**** Records to use ****

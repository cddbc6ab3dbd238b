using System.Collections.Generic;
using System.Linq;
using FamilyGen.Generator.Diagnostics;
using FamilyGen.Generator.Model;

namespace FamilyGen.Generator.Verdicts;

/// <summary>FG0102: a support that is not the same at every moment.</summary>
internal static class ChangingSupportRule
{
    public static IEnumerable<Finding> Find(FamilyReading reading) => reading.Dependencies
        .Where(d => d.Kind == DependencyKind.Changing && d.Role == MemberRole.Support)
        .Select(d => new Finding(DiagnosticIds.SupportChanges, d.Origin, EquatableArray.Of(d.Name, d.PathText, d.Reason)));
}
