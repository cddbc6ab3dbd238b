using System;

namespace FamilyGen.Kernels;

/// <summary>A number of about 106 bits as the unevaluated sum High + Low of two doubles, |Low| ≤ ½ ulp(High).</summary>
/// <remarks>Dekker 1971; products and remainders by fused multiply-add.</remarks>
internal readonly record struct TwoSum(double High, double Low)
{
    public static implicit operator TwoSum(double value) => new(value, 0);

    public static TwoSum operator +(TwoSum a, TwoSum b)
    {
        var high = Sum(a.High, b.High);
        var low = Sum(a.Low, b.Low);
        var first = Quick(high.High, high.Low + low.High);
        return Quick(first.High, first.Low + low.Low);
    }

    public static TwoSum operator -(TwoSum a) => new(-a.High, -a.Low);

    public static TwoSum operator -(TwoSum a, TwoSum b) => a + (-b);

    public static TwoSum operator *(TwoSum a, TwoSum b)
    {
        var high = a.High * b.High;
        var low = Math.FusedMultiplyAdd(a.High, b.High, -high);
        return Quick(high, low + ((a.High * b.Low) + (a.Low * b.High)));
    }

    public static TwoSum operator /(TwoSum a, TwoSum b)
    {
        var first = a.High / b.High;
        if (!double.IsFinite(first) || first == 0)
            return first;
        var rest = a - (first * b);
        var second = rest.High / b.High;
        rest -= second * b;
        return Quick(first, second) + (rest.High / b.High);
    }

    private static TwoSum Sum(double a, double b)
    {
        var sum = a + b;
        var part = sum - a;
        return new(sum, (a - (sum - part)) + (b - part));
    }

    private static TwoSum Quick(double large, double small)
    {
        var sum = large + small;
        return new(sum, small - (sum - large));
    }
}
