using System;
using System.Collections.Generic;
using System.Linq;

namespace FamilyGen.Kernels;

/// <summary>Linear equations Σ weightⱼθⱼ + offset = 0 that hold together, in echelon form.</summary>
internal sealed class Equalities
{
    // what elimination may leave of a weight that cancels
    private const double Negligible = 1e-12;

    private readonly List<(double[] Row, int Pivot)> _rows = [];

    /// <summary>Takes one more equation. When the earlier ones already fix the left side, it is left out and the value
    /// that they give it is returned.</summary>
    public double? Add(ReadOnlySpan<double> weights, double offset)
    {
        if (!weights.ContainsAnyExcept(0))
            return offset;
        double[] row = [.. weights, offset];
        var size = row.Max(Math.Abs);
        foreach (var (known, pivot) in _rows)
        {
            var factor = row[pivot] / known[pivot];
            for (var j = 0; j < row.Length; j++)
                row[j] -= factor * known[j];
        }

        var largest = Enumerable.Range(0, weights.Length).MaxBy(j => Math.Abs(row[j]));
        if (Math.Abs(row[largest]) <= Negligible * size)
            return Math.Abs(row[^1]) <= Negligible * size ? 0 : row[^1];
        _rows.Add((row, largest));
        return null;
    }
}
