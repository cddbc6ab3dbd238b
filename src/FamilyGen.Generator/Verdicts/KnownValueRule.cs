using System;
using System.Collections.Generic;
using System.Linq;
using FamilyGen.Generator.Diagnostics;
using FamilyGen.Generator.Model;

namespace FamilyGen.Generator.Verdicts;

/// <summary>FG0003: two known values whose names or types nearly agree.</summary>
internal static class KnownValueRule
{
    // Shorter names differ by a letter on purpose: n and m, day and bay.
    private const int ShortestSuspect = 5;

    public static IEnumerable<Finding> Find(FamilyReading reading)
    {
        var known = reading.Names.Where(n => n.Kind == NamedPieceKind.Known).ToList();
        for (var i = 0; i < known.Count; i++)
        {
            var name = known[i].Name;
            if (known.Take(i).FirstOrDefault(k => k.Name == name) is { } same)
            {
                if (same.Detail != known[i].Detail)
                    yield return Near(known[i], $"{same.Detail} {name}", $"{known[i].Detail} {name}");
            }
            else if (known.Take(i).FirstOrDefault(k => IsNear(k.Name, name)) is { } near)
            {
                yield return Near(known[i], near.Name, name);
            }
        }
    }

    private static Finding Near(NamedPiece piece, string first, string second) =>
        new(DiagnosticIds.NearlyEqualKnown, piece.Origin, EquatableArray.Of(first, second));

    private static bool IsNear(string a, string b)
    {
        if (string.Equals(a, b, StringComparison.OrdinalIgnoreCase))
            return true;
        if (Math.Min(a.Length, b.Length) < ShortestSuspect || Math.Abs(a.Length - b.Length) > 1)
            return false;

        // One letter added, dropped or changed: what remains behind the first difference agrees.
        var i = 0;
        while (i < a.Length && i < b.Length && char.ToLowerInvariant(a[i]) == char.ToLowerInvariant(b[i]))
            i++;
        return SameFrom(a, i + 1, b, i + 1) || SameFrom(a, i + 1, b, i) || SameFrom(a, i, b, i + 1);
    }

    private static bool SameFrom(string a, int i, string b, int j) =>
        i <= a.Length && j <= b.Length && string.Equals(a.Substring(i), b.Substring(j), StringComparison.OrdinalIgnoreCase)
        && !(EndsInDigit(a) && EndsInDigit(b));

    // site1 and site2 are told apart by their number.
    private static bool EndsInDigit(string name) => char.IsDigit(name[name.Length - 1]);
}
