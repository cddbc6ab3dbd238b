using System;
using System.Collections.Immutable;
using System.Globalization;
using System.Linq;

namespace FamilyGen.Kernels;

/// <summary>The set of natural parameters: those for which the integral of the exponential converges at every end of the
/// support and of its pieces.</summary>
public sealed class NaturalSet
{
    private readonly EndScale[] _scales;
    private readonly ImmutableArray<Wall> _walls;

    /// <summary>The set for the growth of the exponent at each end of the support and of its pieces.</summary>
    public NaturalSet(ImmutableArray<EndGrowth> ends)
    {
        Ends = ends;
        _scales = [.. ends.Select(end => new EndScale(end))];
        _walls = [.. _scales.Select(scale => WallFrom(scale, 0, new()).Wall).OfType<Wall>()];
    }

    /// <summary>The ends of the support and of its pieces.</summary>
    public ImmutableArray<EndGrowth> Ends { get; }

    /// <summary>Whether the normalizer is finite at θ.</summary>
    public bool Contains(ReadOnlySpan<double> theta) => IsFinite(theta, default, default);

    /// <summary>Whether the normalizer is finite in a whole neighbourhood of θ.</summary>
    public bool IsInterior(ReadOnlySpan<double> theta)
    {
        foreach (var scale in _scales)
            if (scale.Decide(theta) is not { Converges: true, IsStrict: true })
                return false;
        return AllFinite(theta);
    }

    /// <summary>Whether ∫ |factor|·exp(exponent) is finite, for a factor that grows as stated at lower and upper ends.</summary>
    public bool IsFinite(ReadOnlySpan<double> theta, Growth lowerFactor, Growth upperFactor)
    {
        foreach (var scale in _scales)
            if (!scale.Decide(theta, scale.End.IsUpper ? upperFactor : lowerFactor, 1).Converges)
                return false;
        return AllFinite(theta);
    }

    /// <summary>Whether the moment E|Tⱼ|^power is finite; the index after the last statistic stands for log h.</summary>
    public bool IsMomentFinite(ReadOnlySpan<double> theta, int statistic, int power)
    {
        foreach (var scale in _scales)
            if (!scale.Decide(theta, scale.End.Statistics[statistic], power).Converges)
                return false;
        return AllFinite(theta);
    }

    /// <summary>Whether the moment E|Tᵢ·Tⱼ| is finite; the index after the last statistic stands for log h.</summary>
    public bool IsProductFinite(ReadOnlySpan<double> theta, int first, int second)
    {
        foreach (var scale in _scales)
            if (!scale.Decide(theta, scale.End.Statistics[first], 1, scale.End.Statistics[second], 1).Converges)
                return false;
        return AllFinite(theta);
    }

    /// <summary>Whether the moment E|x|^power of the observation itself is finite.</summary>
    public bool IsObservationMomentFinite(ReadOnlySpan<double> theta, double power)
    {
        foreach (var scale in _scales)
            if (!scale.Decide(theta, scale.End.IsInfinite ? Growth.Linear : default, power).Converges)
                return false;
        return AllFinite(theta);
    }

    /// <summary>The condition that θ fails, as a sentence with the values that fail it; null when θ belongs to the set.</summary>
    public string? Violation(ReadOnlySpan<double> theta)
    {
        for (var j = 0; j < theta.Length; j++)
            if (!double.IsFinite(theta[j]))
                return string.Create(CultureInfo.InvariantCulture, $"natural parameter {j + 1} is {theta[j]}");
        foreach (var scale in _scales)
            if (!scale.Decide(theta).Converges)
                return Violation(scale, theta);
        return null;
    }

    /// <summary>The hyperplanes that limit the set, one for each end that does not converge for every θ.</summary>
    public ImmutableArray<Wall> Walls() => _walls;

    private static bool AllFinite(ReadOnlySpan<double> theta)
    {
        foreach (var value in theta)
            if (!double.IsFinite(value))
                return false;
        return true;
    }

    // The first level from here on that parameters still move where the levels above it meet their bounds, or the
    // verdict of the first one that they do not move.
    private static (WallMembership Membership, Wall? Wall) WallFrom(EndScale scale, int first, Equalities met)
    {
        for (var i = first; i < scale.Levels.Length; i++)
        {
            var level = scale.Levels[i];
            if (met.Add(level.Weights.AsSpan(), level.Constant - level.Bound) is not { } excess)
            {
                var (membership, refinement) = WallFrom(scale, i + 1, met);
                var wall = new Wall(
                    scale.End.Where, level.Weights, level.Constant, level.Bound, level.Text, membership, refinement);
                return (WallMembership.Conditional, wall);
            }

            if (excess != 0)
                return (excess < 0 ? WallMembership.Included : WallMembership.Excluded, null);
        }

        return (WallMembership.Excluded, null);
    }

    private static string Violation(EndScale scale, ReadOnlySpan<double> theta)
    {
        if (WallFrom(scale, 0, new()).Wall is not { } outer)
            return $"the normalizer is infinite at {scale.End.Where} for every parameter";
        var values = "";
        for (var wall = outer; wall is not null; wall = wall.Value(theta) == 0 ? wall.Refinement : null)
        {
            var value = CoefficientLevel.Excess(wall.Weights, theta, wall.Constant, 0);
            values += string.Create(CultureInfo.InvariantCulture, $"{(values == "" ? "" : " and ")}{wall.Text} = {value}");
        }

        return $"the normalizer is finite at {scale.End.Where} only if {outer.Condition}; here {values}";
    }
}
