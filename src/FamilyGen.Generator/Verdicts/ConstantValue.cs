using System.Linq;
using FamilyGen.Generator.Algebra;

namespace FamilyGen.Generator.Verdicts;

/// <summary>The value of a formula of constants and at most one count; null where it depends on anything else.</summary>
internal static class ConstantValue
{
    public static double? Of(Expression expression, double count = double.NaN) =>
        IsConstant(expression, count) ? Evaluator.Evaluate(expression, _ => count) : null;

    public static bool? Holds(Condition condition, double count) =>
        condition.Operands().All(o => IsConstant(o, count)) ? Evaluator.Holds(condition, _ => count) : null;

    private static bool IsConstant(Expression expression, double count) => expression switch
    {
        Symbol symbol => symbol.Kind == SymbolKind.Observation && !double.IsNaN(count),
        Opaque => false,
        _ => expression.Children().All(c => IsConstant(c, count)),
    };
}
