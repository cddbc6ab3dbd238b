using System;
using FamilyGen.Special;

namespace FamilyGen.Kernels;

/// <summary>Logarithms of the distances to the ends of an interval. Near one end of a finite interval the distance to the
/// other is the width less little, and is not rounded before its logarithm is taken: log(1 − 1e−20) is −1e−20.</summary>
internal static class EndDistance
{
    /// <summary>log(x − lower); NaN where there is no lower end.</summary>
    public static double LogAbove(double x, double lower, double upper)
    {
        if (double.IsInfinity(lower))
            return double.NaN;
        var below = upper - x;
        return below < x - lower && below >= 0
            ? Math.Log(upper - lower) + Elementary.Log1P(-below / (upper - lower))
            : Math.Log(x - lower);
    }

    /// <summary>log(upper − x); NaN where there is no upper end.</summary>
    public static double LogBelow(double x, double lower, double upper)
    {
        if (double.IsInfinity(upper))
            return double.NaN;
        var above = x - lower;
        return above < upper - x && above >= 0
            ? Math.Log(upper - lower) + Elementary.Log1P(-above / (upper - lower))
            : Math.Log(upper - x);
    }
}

****

*What the task requires*. The output should be exactly the lines above from the line containing "public bool IsProductFinite(ReadOnlySpan<double>" to the line containing "if (!scale.Decide(theta, scale.End.IsInfinite", inclusive, with no other lines.

*Reply*.
    public bool IsProductFinite(ReadOnlySpan<double> theta, int first, int second)
    {
        foreach (var scale in _scales)
            if (!scale.Decide(theta, scale.End.Statistics[first], 1, scale.End.Statistics[second], 1).Converges)
                return false;
        return AllFinite(theta);
    }

    /// <summary>Whether the moment E|x|^power of the observation itself is finite.</summary>
    public bool IsObservationMomentFinite(ReadOnlySpan<double> theta, double power)
    {
        foreach (var scale in _scales)
            if (!scale.Decide(theta, scale.End.IsInfinite ? Growth.Linear : default, power).Converges)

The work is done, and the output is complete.